Sunday, 12 December 2010

An innocent abroad

When I put it to one of my more sagacious workmates that I was reading a biography of PG Wodehouse his response was: "Is he enough of a deviant for it to be interesting?"

Jeeves' creator didn't go in for drunkenness, or infidelity, or excessive displays of emotion, or any of that angst-ridden poet stuff.

But the man who emerges from Robert McCrum's Wodehouse is certainly not without interest.

Skewered by Sean O'Casey as "English literature's performing flea", Wodehouse was a man who managed to avoid serving his country in not one, but two, world wars, and a man who could write:

"I never feel that real people are interesting. Even if they are, they never actually do funny things, at any rate in sufficient quantity to make an article."

A man with a near-pathological lack of interest in the wider world, who described himself as a "mere writing machine" and saved all his best material for the printed page.

In person Wodehouse was benign, good natured, but somewhat dull. Evelyn Waugh's brother Alec, who you may recall as "disgusting Uncle Alec", described the unchanging pleasures of Wodehouse's company thus:

"He looked exactly the same. He had not put on weight. He was always completely hairless. He was his familiar, massive, genial self. He had no peculiarities of manner or expression. He was not funny. He never repeated jokes. There was no sparkle in his conversation. He did not indulge in reminiscences. There was a straightforward exchange of talk ... 'It is an extraordinary thing,' he would say, 'Marlborough beat Tonbridge and Tonbridge beat Uppingham, but Uppingham beat Marlborough.
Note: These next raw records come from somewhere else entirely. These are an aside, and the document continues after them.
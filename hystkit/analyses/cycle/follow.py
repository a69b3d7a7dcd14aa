"""Follow many stages and their plants from event to event; no fixed time step anywhere."""

from __future__ import annotations

from dataclasses import dataclass
from enum import IntEnum, IntFlag
from typing import Any

import numpy as np
from numpy.typing import NDArray

from hystkit.analyses.cycle.crossings import first_reach
from hystkit.analyses.cycle.motion import Motion
from hystkit.analyses.cycle.pending import Pending

Array = NDArray[np.float64]
Mask = NDArray[np.bool_]

#: After this many events an element is cut short.
MAX_EVENTS = 10_000
# The search for a crossing ends at this fraction of the time on the clock.
_RESOLUTION = 4 * np.finfo(float).eps
# Time constants after which a plant that has not reached its trip never will.
_FOR_EVER = 60.0
# Lengths of the run after which an integrator has not reached it either.
_DRIFTS = 1e6


class Event(IntFlag):
    """What happens at one instant; several things may."""

    START = 1
    TRIP = 2
    OUTPUT = 4
    COMMAND = 8
    LOAD = 16
    DISTURBANCE = 32
    END = 64


class Outcome(IntEnum):
    """What became of one element of a run."""

    SWITCHES = 0
    STAYS_ON = 1
    STAYS_OFF = 2
    NO_WIDTH = 3
    NOT_FINITE = 4
    CUT_SHORT = 5

    @property
    def message(self) -> str:
        """One line that says it."""
        return _MESSAGES[self]


_MESSAGES = {
    Outcome.SWITCHES: "still switching at the end",
    Outcome.STAYS_ON: "stays on: never reaches the off trip",
    Outcome.STAYS_OFF: "stays off: never reaches the on trip",
    Outcome.NO_WIDTH: "both trips are one: no hysteresis",
    Outcome.NOT_FINITE: "a value is not finite",
    Outcome.CUT_SHORT: f"cut short after {MAX_EVENTS} events",
}


@dataclass(frozen=True)
class Task:
    """What is followed, one element on each place of the last axis.

    Attributes
    ----------
    motion : Motion
        Of m plants.
    sensed, process : ndarray, shape (n, m)
        Rows that give both values.
    start : ndarray, shape (n, m)
        Coordinates at time 0.
    off, lift : ndarray, shape (n, m)
        Forcing with the load off, and what the load adds.
    steps : ndarray, shape (k + 1, n, m)
        Forcing of the disturbance before and after each of its steps.
    step_times : ndarray, shape (k + 1, m)
        When each ends [s]; infinite for the last.
    on_at, off_at : ndarray, shape (m,)
        Trips [unit].
    min_on, min_off, dead_on, dead_off, delay, until : ndarray, shape (m,)
        Times [s].
    start_on : ndarray of bool, shape (m,)
        Whether the load is on at time 0.
    """

    motion: Motion
    sensed: NDArray[Any]
    process: NDArray[Any]
    start: NDArray[Any]
    off: NDArray[Any]
    lift: NDArray[Any]
    steps: NDArray[Any]
    step_times: Array
    on_at: Array
    off_at: Array
    min_on: Array
    min_off: Array
    dead_on: Array
    dead_off: Array
    delay: Array
    until: Array
    start_on: Mask


@dataclass(frozen=True)
class Track:
    """What happened, one row for each event; elements that have ended repeat their last state.

    Attributes
    ----------
    motion : Motion
        Of m plants.
    sensed, process : ndarray, shape (n, m)
        Rows that give both values.
    times : ndarray, shape (k, m)
        [s].
    z, v : ndarray, shape (k, n, m)
        Coordinates, and their rates right after the event.
    command, load : ndarray of bool, shape (k, m)
        Whether the load is switched on, and whether it acts, right after the event.
    events : ndarray of uint8, shape (k, m)
        `Event` flags; 0 after the end.
    outcome : ndarray of int8, shape (m,)
        `Outcome` codes.
    """

    motion: Motion
    sensed: NDArray[Any]
    process: NDArray[Any]
    times: Array
    z: NDArray[Any]
    v: NDArray[Any]
    command: Mask
    load: Mask
    events: NDArray[np.uint8]
    outcome: NDArray[np.int8]


def follow(task: Task) -> Track:
    """Follow all elements to their ends.

    Parameters
    ----------
    task : Task
        What to follow.
    """
    state = _State(task)
    rows = [state.row(np.full(state.count, int(Event.START)))]
    while state.running.any() and len(rows) < MAX_EVENTS:
        rows.append(state.row(state.proceed()))
    columns = (np.stack(column) for column in zip(*rows, strict=True))
    times, z, v, command, load, events = columns
    return Track(
        motion=task.motion,
        sensed=task.sensed,
        process=task.process,
        times=times,
        z=z,
        v=v,
        command=command,
        load=load,
        events=events.astype(np.uint8),
        outcome=state.outcome(),
    )


class _State:
    """Where every element stands.

    The sensed value trips the stage; its output follows after the propagation delay; the command
    to the load follows the output as soon as the minimum times let it; the load acts after the
    dead time.
    """

    def __init__(self, task: Task) -> None:
        self.task, self.count = task, task.until.size
        self.now = np.zeros(self.count)
        self.running = np.ones(self.count, dtype=bool)
        self.z = task.start
        self.tripped = self.output = self.command = self.load = task.start_on
        # The minimum times have elapsed when the run starts.
        self.free_at = np.full(self.count, -np.inf)
        self.outputs, self.commands = Pending(self.count), Pending(self.count)
        self.disturbance = np.zeros(self.count, dtype=np.intp)
        self.everyone = np.arange(self.count)
        self.direction = np.sign(task.off_at - task.on_at)
        self.delayed = bool(task.delay.any())
        self.disturbed = len(task.steps) > 1
        self._turn()

    def proceed(self) -> NDArray[Any]:
        """Go to the next event of every element; return what happens there."""
        task = self.task
        due = np.minimum(self._due(), task.until)
        span = due - self.now
        reach = self._reach(span)
        hit = reach <= span
        moved = task.motion.covered(self.v, np.where(hit, reach, span))
        self.z = self.z + moved
        self.now = np.where(hit, self.now + reach, due)
        events = self._switch(hit & self.running)
        ended = self.running & (self.now >= task.until)
        self.running = self.running & ~ended
        self._turn()
        return np.asarray(events + int(Event.END) * ended)

    def row(self, events: NDArray[Any]) -> tuple[NDArray[Any], ...]:
        """Return what is kept of this instant.

        Parameters
        ----------
        events : ndarray of int
            `Event` flags.
        """
        return self.now, self.z, self.v, self.command, self.load, events

    def outcome(self) -> NDArray[np.int8]:
        """Tell which elements would never switch again, and which were cut short."""
        waiting = np.isfinite(self._due())
        motion = self.task.motion
        # An integrator may take long; next to modes that never fade, twice the run has to do.
        drifting = np.where(motion.fades, _DRIFTS, 2.0) * self.task.until
        patience = np.where(np.isinf(motion.slowest), drifting, _FOR_EVER * motion.slowest)
        horizon = np.where(waiting, 0.0, patience)
        stuck = ~waiting & np.isinf(self._reach(horizon))
        code = np.where(self.command, Outcome.STAYS_ON, Outcome.STAYS_OFF)
        found = np.where(stuck, code, Outcome.SWITCHES)
        return np.where(self.running, Outcome.CUT_SHORT, found).astype(np.int8)

    def _due(self) -> Array:
        """Return when the next thing that is on the clock happens; infinite where nothing is."""
        held = np.where(self.output != self.command, self.free_at, np.inf)
        due = np.minimum(held, self.commands.next)
        if self.delayed:
            due = np.minimum(due, self.outputs.next)
        if self.disturbed:
            due = np.minimum(due, self.task.step_times[self.disturbance, self.everyone])
        return due

    def _reach(self, horizon: Array) -> Array:
        """Return the time to the trip that comes next."""
        task = self.task
        sense = np.where(self.tripped, self.direction, -self.direction)
        trip = np.where(self.tripped, task.off_at, task.on_at)
        row = task.sensed * sense
        gap = (row * self.z).sum(axis=0).real - sense * trip
        step = _RESOLUTION * (self.now + np.minimum(horizon, task.until))
        # A run may start at rest on a trip; one that comes to rest on it has not reached it.
        scale = np.where(self.now > 0, np.abs(gap) + 2 * np.abs(trip), 0.0)
        return first_reach(task.motion, row, gap, self.v, horizon, step, scale)

    def _switch(self, hit: Mask) -> NDArray[Any]:
        """Carry a trip, and all that is due, through to the load."""
        task, now, turned = self.task, self.now, hit
        self.tripped = self.tripped ^ hit
        if self.delayed:
            self.outputs.push(hit, now + task.delay)
            turned = self.outputs.pop(now) & self.running
        self.output = self.output ^ turned
        changed = (self.output != self.command) & (now >= self.free_at) & self.running
        self.command = self.command ^ changed
        if changed.any():
            least = np.where(self.command, task.min_on, task.min_off)
            self.free_at = np.where(changed, now + least, self.free_at)
            dead = np.where(self.command, task.dead_on, task.dead_off)
            self.commands.push(changed, now + dead)
        acts = self.commands.pop(now) & self.running
        self.load = self.load ^ acts
        happened = {
            Event.TRIP: hit,
            Event.OUTPUT: turned,
            Event.COMMAND: changed,
            Event.LOAD: acts,
        }
        if self.disturbed:
            stepped = self.running & (now >= task.step_times[self.disturbance, self.everyone])
            self.disturbance = self.disturbance + stepped
            happened[Event.DISTURBANCE] = stepped
        return np.asarray(sum(int(event) * mask for event, mask in happened.items()))

    def _turn(self) -> None:
        """Work out the rates with the load and the disturbance as they are now."""
        task = self.task
        forcing = task.off + task.lift * self.load
        if self.disturbed:
            forcing = forcing + task.steps[self.disturbance, :, self.everyone].T
        self.v = task.motion.turned(self.z) + forcing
What do you make of that?'"

His innocence made him a dupe of the Nazis during World War II but, McCrum says, it also gave him "an exceptional good nature and a profound humanity."

And Wodehouse's prose "danced on the page like poetry, marrying the English style of the academy with the English slang of the suburbs" in a "lunatic celebration of an Edwardian twilight" boasting lines like these:

"You see before you, Jeeves, a toad beneath the harrow"

"He spun around with a sort of a guilty bound, like an adagio dancer surprised while watering the cat's milk."

"Like a man who, stooping to pluck a nosegay of wild flowers on a railway line, is unexpectedly struck in the small of the back by the Cornish Express."

And as for that "performing flea" squib .... years later, living in permanent exile in the USA, Wodehouse was able to gloss it like this: "Thinking it over, I believe he meant it to be complimentary, for all the performing fleas I have met have impressed me with their sterling artistry and that indefinable something which makes the good trouper."